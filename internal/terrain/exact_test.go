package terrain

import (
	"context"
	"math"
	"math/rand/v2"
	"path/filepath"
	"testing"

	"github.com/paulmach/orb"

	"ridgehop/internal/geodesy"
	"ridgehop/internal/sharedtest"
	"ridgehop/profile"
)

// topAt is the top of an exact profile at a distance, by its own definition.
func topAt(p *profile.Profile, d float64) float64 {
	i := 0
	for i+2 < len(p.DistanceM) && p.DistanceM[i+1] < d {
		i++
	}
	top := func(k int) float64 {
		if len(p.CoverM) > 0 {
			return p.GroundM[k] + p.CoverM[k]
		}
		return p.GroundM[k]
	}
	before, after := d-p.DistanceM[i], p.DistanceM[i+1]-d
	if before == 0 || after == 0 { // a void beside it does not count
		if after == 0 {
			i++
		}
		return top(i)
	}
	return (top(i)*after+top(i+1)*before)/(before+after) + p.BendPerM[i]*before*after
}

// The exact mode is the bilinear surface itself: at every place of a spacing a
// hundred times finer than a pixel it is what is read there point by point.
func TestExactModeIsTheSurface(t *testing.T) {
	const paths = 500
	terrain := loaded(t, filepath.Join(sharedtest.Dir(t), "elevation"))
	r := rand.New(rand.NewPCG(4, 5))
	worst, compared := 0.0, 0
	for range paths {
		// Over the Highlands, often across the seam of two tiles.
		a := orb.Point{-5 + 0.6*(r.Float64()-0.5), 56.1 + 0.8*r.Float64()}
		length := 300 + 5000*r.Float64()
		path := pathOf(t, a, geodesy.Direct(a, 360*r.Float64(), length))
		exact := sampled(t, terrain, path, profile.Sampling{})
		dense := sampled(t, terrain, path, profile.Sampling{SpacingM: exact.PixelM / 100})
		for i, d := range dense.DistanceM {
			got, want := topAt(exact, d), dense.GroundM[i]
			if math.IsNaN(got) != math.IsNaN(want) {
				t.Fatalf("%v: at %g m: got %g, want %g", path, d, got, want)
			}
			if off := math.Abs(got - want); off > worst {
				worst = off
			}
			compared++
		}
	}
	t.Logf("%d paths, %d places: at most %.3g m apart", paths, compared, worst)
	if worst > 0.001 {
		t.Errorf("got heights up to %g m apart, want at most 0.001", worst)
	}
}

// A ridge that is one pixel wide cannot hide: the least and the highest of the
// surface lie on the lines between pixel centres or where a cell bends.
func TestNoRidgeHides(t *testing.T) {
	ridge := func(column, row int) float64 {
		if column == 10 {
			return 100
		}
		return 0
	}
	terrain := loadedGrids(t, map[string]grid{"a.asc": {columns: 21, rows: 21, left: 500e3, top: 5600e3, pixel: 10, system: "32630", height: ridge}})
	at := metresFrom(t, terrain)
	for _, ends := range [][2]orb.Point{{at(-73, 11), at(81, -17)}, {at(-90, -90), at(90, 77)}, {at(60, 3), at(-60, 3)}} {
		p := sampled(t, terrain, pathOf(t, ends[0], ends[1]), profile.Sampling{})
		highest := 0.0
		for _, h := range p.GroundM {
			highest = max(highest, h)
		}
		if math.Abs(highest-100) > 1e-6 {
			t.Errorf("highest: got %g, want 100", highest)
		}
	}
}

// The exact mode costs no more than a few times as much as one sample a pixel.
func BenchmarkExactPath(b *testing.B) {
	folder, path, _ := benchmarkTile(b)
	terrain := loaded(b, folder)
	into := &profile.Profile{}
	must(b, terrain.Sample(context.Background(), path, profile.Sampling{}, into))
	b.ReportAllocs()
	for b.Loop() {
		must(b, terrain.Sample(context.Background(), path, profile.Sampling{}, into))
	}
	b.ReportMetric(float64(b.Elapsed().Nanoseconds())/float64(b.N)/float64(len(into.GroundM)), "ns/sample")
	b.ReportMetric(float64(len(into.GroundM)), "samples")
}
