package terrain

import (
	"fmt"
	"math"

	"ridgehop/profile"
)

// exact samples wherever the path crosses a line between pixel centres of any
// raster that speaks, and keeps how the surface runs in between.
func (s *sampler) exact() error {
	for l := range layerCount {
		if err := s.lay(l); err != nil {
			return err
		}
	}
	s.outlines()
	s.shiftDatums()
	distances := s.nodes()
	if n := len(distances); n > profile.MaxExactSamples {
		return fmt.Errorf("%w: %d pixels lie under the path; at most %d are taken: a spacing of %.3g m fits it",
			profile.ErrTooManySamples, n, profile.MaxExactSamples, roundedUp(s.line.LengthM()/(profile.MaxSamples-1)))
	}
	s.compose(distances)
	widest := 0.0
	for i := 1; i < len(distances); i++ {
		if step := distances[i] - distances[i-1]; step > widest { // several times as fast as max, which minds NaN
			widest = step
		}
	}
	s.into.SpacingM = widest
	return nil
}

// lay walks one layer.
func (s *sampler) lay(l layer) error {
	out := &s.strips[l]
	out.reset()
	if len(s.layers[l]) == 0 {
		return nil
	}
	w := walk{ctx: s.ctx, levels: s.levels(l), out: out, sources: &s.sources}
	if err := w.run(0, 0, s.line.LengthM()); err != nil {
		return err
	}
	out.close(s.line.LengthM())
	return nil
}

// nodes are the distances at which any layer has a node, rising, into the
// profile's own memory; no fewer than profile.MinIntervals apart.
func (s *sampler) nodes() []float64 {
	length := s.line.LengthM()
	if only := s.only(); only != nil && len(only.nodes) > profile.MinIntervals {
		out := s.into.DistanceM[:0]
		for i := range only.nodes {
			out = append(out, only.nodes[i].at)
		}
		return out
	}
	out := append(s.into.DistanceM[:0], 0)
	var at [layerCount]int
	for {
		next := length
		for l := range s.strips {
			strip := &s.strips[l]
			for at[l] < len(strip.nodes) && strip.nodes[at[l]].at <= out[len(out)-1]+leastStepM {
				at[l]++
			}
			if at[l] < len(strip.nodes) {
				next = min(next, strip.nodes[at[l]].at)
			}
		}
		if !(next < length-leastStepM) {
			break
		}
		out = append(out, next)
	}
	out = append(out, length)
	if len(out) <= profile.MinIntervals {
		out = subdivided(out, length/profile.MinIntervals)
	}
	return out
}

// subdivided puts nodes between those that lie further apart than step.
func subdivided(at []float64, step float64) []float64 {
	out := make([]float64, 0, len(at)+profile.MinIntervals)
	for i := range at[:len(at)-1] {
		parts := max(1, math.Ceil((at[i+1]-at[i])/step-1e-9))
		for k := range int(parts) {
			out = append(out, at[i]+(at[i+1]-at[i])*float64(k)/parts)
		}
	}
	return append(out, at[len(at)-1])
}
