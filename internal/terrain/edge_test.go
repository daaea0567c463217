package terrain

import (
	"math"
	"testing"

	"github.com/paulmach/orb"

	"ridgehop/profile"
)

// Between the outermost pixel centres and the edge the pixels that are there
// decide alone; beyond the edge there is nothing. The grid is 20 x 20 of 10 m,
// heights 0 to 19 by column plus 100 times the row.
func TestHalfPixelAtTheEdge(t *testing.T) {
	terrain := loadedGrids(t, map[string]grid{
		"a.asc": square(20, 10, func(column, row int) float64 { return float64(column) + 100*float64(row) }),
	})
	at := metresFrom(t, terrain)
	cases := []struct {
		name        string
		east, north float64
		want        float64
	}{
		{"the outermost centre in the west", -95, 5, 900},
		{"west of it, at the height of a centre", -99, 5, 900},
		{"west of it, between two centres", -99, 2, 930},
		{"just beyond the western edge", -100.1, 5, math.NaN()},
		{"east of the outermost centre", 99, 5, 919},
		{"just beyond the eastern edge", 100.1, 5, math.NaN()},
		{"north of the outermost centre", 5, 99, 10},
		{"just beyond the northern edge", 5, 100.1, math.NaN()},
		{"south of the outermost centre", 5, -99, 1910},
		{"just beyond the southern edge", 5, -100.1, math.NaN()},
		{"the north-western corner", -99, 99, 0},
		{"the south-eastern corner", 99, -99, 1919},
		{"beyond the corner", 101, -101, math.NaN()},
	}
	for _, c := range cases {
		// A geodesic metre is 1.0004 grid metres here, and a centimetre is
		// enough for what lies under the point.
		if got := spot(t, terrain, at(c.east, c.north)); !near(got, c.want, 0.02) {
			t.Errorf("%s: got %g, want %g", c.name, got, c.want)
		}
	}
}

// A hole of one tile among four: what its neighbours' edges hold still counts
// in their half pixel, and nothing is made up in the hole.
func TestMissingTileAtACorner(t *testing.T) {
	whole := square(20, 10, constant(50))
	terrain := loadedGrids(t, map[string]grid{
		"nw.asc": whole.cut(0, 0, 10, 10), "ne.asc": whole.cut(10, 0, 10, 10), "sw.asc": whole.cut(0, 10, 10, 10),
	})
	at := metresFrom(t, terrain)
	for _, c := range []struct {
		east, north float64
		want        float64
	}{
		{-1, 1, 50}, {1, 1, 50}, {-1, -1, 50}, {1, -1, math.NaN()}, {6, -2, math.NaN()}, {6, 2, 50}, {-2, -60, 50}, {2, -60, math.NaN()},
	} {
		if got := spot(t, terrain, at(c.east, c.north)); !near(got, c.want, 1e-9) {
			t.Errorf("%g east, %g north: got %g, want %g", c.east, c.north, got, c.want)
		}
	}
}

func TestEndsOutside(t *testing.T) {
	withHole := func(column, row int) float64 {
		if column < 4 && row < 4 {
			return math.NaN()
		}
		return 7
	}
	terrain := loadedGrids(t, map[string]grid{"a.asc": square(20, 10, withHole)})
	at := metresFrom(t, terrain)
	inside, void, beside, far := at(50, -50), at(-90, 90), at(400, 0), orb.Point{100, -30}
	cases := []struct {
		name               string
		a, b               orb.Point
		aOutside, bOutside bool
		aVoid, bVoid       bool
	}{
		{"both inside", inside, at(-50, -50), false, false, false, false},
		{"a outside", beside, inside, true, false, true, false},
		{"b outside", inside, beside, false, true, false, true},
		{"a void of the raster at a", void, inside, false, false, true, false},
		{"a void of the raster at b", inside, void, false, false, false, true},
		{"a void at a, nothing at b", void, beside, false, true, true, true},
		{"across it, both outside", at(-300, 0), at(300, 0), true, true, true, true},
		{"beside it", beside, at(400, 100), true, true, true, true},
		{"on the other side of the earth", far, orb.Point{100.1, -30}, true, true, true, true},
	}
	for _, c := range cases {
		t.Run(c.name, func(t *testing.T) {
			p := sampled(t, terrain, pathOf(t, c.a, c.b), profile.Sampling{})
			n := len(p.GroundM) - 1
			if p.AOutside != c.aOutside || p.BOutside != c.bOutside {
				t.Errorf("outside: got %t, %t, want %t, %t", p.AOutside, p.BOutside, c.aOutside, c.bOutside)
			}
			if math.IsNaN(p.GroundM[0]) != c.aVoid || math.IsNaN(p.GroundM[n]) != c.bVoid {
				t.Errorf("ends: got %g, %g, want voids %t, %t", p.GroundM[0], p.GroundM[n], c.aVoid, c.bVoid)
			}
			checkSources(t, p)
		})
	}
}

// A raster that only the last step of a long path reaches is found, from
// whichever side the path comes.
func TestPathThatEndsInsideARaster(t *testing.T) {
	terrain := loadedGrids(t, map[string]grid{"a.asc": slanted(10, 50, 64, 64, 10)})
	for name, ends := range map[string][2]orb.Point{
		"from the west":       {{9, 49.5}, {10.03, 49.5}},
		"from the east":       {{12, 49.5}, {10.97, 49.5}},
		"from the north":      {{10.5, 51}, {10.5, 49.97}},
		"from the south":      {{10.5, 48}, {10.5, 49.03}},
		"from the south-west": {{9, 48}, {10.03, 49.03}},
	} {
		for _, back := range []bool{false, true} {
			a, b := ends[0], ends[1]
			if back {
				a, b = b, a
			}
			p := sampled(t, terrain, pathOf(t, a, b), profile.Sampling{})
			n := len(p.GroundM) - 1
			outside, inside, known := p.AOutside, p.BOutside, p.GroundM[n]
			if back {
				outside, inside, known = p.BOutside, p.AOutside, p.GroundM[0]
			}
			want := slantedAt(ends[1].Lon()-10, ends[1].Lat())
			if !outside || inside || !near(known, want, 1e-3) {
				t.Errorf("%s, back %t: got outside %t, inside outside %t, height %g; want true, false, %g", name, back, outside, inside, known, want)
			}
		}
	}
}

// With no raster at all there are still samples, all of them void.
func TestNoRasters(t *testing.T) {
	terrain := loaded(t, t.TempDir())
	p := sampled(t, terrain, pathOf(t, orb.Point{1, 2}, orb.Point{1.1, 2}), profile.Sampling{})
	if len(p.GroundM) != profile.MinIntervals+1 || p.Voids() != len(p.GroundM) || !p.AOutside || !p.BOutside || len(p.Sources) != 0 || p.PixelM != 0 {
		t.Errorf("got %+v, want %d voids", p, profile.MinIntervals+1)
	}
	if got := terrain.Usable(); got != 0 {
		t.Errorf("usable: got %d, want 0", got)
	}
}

→ **Problem to work on**: Look through the listing, and copy each line in which the string "Sampling" turns up.

→ **Exercise answer**:
		exact := sampled(t, terrain, path, profile.Sampling{})
		dense := sampled(t, terrain, path, profile.Sampling{SpacingM: exact.PixelM / 100})
		p := sampled(t, terrain, pathOf(t, ends[0], ends[1]), profile.Sampling{})
	must(b, terrain.Sample(context.Background(), path, profile.Sampling{}, into))
		must(b, terrain.Sample(context.Background(), path, profile.Sampling{}, into))
			p := sampled(t, terrain, pathOf(t, c.a, c.b), profile.Sampling{})
			p := sampled(t, terrain, pathOf(t, a, b), profile.Sampling{})
	p := sampled(t, terrain, pathOf(t, orb.Point{1, 2}, orb.Point{1.1, 2}), profile.Sampling{})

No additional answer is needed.